→ **Supplied records**:
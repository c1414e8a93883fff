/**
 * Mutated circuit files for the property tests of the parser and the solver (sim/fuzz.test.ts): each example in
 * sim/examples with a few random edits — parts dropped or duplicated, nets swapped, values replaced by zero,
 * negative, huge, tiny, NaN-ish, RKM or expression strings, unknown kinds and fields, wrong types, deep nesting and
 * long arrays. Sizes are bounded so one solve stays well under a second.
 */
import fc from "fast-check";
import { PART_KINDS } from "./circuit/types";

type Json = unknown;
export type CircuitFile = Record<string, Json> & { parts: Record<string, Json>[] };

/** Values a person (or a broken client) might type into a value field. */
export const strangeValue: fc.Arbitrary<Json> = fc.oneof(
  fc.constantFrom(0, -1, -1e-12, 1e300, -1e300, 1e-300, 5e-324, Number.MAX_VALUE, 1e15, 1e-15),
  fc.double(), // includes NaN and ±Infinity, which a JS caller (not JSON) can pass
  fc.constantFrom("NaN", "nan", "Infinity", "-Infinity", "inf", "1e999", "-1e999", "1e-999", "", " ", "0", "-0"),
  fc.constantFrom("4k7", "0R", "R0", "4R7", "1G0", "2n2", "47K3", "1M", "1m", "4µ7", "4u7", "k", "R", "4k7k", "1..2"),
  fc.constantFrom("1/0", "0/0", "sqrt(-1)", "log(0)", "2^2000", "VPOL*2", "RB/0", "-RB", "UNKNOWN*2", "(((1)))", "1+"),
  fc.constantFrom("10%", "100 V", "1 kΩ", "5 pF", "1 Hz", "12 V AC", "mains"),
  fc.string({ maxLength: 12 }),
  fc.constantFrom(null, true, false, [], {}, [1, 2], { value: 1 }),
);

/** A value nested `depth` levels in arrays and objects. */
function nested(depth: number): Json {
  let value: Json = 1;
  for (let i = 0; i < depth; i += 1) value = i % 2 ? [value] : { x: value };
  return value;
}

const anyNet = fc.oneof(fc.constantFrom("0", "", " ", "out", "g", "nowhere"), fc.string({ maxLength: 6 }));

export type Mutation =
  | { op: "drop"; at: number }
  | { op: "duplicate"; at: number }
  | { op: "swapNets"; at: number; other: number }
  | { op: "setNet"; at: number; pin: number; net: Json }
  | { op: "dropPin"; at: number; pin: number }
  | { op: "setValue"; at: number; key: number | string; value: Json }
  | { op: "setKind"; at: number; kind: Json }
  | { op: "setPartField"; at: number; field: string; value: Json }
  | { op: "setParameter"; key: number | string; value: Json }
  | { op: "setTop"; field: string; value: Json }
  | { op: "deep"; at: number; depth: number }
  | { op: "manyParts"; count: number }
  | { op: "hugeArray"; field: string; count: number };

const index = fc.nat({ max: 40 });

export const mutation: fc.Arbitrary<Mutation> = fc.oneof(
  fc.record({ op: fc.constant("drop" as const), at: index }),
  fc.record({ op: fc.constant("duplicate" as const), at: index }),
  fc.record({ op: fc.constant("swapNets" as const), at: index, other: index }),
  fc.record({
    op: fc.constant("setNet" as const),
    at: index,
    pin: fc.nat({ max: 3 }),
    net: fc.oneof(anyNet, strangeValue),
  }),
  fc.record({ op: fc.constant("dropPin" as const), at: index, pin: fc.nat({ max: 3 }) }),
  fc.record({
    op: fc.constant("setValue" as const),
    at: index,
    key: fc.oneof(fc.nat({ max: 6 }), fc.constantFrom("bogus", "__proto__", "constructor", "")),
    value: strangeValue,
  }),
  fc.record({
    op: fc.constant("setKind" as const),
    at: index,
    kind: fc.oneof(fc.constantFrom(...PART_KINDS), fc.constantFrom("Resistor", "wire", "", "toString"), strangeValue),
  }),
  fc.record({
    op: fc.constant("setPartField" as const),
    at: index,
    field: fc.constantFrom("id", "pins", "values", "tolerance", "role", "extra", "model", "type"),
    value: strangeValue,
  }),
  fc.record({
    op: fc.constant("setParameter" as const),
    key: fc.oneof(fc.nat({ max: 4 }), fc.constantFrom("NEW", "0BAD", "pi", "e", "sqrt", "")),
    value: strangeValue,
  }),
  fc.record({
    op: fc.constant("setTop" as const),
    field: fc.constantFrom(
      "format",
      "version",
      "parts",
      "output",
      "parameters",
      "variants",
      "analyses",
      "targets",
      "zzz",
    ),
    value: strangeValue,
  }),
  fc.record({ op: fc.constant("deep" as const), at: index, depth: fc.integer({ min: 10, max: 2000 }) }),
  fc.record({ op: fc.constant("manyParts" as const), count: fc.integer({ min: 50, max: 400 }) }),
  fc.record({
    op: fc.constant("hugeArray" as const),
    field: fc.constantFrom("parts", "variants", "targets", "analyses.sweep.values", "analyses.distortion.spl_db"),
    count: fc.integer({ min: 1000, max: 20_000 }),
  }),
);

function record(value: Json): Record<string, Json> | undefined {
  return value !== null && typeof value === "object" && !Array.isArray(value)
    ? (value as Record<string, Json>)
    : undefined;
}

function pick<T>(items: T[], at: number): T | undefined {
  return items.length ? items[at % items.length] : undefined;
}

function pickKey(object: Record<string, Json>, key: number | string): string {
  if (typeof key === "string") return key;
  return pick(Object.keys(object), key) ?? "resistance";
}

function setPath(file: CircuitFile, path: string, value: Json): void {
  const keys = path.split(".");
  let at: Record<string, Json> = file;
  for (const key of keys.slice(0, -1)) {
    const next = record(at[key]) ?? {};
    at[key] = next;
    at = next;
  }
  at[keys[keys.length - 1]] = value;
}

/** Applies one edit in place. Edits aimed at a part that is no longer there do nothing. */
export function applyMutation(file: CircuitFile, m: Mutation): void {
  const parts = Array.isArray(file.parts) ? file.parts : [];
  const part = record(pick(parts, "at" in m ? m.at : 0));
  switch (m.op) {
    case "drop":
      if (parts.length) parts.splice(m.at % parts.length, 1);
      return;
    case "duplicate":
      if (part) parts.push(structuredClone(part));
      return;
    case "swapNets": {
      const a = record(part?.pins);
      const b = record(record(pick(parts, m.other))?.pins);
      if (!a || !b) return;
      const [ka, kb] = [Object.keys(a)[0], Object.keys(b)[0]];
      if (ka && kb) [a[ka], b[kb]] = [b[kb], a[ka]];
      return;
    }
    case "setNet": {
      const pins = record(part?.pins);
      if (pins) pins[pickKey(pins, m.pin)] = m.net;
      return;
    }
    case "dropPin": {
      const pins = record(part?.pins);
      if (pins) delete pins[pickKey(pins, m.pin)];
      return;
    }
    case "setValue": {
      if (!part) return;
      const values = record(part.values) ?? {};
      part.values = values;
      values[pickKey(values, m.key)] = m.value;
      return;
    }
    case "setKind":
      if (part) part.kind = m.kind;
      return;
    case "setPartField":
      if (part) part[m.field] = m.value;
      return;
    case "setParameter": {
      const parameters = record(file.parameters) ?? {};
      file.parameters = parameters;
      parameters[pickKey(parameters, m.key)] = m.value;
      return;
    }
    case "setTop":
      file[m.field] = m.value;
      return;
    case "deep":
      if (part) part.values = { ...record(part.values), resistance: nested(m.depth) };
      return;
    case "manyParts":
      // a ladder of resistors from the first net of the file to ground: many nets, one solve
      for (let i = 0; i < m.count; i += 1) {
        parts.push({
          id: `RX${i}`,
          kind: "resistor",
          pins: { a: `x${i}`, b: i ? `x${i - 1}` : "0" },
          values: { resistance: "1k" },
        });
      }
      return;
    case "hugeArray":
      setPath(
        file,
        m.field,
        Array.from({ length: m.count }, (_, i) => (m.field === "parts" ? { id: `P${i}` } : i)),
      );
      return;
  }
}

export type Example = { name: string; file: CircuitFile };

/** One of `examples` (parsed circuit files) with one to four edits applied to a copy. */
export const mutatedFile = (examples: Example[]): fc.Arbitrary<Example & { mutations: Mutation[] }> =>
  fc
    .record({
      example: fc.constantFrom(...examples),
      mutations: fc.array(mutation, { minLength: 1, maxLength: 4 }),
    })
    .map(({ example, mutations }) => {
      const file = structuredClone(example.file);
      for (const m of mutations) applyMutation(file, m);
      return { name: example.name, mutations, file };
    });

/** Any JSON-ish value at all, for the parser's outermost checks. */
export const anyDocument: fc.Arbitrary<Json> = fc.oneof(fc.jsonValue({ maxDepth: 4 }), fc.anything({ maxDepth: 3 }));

→ **Task brief**: Copy out only the lines above from the one with "function pickKey(object: Record<string, Json>, key: number" to the one with "const parts = Array.isArray(file.parts)", inclusive, exactly as they stand.

→ **Answer for this exercise**:
function pickKey(object: Record<string, Json>, key: number | string): string {
  if (typeof key === "string") return key;
  return pick(Object.keys(object), key) ?? "resistance";
}

function setPath(file: CircuitFile, path: string, value: Json): void {
  const keys = path.split(".");
  let at: Record<string, Json> = file;
  for (const key of keys.slice(0, -1)) {
    const next = record(at[key]) ?? {};
    at[key] = next;
    at = next;
  }
  at[keys[keys.length - 1]] = value;
}

/** Applies one edit in place. Edits aimed at a part that is no longer there do nothing. */
export function applyMutation(file: CircuitFile, m: Mutation): void {
  const parts = Array.isArray(file.parts) ? file.parts : [];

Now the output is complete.